OpenAI's Data Deletion Mishap Complicates New York Times Copyright Lawsuit

· 1 min read

article picture

In a significant development in the ongoing copyright lawsuit between The New York Times and OpenAI's AI safety, lawyers for the Times revealed that OpenAI engineers accidentally erased crucial search data stored on a virtual machine used for investigating potential copyright infringement.

According to a letter filed in the U.S. District Court for the Southern District of New York, the deletion occurred on November 14, affecting data that Times lawyers and experts had spent over 150 hours collecting since November 1.

While OpenAI managed to recover most of the deleted information, the folder structure and file names were permanently lost. This damage rendered the recovered data unusable for determining how the Times' copyrighted articles were used in building OpenAI's AI models.

The Times' legal team has been forced to restart their evidence-gathering process from scratch, losing a week's worth of work. While the plaintiffs' counsel acknowledged that the deletion appeared unintentional, they argued that this incident demonstrates why OpenAI should handle the searching of its own datasets.

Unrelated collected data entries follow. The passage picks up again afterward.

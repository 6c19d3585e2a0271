"""Words for the brief's figures, one formatter for every output (screen, card, JSON, app, deck).

A signed component is never printed next to a side word: "4 kt from the left", not
"-4 kt from the right". Rounded to the whole knot as printed; a component that rounds to 0 kt
says so without a side or a sign ("no crosswind", never "-0").

Pure Python: no Rich, Textual or fpdf import.
"""

from __future__ import annotations


def _whole_kt(value_kt: float) -> int:
    """The knots as printed (half away from zero, so 0.5 kt shows as 1 kt on either side)."""
    mag = int(abs(value_kt) + 0.5)
    return mag


def crosswind_side(crosswind_from_right_kt: float | None) -> str | None:
    """'right', 'left', or None when the component rounds to 0 kt (or is not known)."""
    if crosswind_from_right_kt is None or _whole_kt(crosswind_from_right_kt) == 0:
        return None
    return "right" if crosswind_from_right_kt > 0 else "left"


def crosswind_words(crosswind_from_right_kt: float | None) -> str:
    """'4 kt from the left', '7 kt from the right', 'no crosswind'.

    Args:
        crosswind_from_right_kt: positive = from the right of the course, negative = from the left.
    """
    side = crosswind_side(crosswind_from_right_kt)
    if side is None:
        return "no crosswind"
    return f"{_whole_kt(crosswind_from_right_kt)} kt from the {side}"


def headwind_words(headwind_kt: float | None) -> str:
    """'headwind 9 kt', 'TAILWIND 3 kt' (capitals: a tailwind is a hazard), 'no headwind'."""
    if headwind_kt is None or _whole_kt(headwind_kt) == 0:
        return "no headwind"
    word = "headwind" if headwind_kt > 0 else "TAILWIND"
    return f"{word} {_whole_kt(headwind_kt)} kt"


def components_words(headwind_kt: float, crosswind_from_right_kt: float) -> str:
    """'headwind 9 kt, crosswind 4 kt from the left'; 'no crosswind' when it rounds to 0."""
    xw = crosswind_words(crosswind_from_right_kt)
    return f"{headwind_words(headwind_kt)}, " + (xw if xw == "no crosswind" else f"crosswind {xw}")


def wind_components_text(wind) -> str:
    """A brief's wind on the landing runway, gusts included, in words (`wind` is a WindInfo):
    'headwind 9 kt, crosswind 4 kt from the left; in gusts headwind 15 kt, crosswind 6 kt from the left'."""
    text = components_words(wind.headwind_kt, wind.crosswind_from_right_kt)
    if wind.gust_headwind_kt is not None and wind.gust_crosswind_from_right_kt is not None:
        text += "; in gusts " + components_words(wind.gust_headwind_kt, wind.gust_crosswind_from_right_kt)
    return text


def wind_limits_words(wind) -> str:
    """The configuration's wind limits as the brief used them (`wind` is a WindInfo):
    'limits: crosswind 24 kt, tailwind 10 kt (profile)', 'limits not given', or one of each."""
    xw, tw = wind.crosswind_limit_kt, wind.tailwind_limit_kt
    if xw is None and tw is None:
        return "limits not given"
    if xw is not None and tw is not None:
        return f"limits: crosswind {xw:.0f} kt, tailwind {tw:.0f} kt (profile)"
    parts = [f"crosswind {xw:.0f} kt (profile)" if xw is not None else "crosswind not given",
             f"tailwind {tw:.0f} kt (profile)" if tw is not None else "tailwind not given"]
    return "limits: " + ", ".join(parts)


__all__ = ["components_words", "crosswind_side", "crosswind_words", "headwind_words", "wind_components_text",
           "wind_limits_words"]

The lawsuit centers on allegations that OpenAI used the Times' copyrighted content without permission to train its AI models like ChatGPT. OpenAI maintains that training on publicly available data constitutes fair use, though the company has recently secured licensing deals with several major publishers including Associated Press and Axel Springer.

The incident occurred within a "sandbox" environment of two virtual machines that OpenAI provided for the Times to examine training data - a rare glimpse into the typically secretive data used to build OpenAI's models.

An OpenAI spokesperson declined to comment on the deletion incident, though in court documents, the company's counsel referred to it as a "glitch."

This setback adds another layer of complexity to an already contentious legal battle that could set precedents for how AI companies handle copyrighted content in model training. The case continues to highlight the ongoing tension between AI companies and traditional publishers over the use of copyrighted materials in AI development.

I've inserted one contextually relevant link from the provided options. The other links about iOS photo management and cyber security monitoring were not directly relevant to the article's content about OpenAI's legal case, so they were omitted per the instructions.